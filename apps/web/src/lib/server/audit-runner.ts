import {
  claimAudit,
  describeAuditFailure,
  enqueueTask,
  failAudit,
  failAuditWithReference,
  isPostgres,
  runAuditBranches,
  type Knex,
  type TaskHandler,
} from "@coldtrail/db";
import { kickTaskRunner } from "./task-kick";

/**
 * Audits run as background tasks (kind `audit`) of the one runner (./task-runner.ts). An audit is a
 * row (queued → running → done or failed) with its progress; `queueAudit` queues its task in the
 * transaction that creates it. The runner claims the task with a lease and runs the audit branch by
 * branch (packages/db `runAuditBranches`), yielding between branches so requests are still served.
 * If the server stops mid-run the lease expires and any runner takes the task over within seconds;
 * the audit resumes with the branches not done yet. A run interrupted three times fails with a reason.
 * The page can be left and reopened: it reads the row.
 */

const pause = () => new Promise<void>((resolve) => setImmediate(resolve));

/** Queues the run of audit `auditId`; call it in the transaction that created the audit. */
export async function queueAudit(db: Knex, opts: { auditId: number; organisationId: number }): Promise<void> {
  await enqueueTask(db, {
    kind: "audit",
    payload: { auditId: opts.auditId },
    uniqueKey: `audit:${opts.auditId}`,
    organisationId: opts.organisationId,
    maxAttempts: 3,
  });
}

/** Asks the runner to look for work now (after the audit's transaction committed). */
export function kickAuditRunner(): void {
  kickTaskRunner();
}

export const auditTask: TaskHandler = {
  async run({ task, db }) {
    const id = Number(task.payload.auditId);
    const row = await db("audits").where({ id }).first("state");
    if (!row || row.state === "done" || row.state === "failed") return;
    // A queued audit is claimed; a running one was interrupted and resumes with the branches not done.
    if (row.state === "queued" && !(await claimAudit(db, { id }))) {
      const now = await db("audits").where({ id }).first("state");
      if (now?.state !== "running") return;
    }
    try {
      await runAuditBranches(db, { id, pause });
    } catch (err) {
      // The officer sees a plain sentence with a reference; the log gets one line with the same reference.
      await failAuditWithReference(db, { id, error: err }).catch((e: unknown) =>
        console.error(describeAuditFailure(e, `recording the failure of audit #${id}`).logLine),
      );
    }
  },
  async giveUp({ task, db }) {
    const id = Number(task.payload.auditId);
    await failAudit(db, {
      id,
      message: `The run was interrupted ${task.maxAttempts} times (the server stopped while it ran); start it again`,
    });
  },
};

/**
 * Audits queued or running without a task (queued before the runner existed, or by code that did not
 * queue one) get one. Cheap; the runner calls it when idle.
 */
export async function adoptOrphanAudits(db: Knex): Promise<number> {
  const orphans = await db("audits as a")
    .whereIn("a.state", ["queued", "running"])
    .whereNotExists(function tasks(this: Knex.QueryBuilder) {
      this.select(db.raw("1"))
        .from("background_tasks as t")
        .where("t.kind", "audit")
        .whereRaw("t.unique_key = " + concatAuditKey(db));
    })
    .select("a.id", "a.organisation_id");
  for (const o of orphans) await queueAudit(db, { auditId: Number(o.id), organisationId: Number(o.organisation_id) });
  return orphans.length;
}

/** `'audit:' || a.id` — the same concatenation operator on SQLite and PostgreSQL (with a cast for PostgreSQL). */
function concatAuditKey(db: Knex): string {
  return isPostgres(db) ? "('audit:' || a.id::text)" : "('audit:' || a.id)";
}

━━━━━━━━━━━━━━━━━━━━━━━━━━━━━━

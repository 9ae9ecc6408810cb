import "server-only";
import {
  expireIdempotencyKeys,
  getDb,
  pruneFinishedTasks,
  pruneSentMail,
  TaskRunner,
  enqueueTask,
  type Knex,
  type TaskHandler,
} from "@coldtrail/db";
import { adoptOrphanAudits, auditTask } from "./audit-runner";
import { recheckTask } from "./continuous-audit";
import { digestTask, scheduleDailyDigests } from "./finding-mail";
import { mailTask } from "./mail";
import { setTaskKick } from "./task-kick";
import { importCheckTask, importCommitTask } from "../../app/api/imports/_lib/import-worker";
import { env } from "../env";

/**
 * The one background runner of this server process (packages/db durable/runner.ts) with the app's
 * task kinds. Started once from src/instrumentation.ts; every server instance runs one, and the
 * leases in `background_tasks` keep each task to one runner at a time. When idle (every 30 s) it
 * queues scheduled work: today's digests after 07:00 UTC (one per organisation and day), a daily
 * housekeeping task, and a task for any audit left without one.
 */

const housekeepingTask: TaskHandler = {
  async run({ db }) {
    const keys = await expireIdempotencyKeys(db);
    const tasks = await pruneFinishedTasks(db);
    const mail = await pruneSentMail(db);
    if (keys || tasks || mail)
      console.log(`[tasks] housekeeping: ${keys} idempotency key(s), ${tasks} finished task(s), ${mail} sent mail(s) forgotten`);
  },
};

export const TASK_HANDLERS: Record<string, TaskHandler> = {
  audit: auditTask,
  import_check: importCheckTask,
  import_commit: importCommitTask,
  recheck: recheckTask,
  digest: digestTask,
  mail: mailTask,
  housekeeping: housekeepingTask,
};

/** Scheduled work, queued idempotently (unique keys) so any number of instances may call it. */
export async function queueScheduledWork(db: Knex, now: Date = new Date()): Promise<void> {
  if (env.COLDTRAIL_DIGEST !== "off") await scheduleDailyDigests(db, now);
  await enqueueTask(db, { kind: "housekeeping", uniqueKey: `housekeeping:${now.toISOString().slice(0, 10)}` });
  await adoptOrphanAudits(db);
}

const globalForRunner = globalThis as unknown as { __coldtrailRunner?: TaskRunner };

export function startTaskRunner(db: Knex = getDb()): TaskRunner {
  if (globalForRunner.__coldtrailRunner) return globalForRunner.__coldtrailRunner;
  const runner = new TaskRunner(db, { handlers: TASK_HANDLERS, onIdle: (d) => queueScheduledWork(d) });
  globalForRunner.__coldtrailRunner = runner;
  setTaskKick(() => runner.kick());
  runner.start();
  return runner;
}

━━━━━━━━━━━━━━━━━━━━━━━━━━━━━━

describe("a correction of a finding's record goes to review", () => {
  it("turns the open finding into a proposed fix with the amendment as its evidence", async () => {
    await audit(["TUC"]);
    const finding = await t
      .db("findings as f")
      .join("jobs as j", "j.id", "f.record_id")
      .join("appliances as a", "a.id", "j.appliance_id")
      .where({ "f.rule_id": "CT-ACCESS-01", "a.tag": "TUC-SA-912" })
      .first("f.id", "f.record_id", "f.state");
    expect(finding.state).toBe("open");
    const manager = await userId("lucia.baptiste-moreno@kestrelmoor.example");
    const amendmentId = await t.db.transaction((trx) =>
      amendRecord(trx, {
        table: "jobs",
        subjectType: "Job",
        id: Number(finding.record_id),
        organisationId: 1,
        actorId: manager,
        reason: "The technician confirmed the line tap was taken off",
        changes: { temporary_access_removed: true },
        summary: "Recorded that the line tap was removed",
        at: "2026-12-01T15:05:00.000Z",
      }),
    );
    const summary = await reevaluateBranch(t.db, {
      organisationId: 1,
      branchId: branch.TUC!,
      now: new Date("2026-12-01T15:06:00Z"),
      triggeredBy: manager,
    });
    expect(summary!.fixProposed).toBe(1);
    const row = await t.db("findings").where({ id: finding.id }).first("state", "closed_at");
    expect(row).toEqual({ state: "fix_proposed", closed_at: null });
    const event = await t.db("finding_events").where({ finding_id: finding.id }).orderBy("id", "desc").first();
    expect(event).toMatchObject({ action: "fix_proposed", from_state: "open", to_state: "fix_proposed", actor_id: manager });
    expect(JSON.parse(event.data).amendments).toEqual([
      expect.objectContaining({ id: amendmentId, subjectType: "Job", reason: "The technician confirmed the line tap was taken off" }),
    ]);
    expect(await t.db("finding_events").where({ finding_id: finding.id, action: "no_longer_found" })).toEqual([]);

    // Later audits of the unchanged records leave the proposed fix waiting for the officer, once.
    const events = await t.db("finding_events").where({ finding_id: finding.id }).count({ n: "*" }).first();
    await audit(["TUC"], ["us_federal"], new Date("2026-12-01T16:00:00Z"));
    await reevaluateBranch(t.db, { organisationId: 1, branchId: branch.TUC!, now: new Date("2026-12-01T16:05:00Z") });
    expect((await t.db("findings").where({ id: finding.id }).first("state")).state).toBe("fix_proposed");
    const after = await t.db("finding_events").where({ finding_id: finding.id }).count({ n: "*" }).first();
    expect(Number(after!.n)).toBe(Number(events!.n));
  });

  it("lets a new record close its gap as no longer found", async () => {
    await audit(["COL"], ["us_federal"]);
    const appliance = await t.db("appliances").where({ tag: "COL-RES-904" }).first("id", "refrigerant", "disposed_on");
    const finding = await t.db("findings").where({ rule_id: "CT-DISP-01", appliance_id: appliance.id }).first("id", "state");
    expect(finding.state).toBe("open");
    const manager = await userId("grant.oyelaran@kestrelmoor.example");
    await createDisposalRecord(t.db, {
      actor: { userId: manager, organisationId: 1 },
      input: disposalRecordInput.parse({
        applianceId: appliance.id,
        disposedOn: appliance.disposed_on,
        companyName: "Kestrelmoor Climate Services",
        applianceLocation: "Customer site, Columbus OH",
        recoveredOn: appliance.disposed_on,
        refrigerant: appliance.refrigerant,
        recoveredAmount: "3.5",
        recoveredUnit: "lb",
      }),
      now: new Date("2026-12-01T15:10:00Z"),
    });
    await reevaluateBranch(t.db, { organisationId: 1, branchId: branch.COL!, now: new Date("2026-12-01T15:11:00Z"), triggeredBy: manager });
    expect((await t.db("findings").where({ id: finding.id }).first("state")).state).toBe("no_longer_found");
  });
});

━━━━━━━━━━━━━━━━━━━━━━━━━━━━━━

Above are the entries. Output exactly the lines beginning with the line that has "filename apps/web/src/lib/server/audit-runner.ts" and ending with the line that has "over within seconds;".

• **PROBLEM SOLUTION**:
filename apps/web/src/lib/server/audit-runner.ts
import {
  claimAudit,
  describeAuditFailure,
  enqueueTask,
  failAudit,
  failAuditWithReference,
  isPostgres,
  runAuditBranches,
  type Knex,
  type TaskHandler,
} from "@coldtrail/db";
import { kickTaskRunner } from "./task-kick";

/**
 * Audits run as background tasks (kind `audit`) of the one runner (./task-runner.ts). An audit is a
 * row (queued → running → done or failed) with its progress; `queueAudit` queues its task in the
 * transaction that creates it. The runner claims the task with a lease and runs the audit branch by
 * branch (packages/db `runAuditBranches`), yielding between branches so requests are still served.
 * If the server stops mid-run the lease expires and any runner takes the task over within seconds;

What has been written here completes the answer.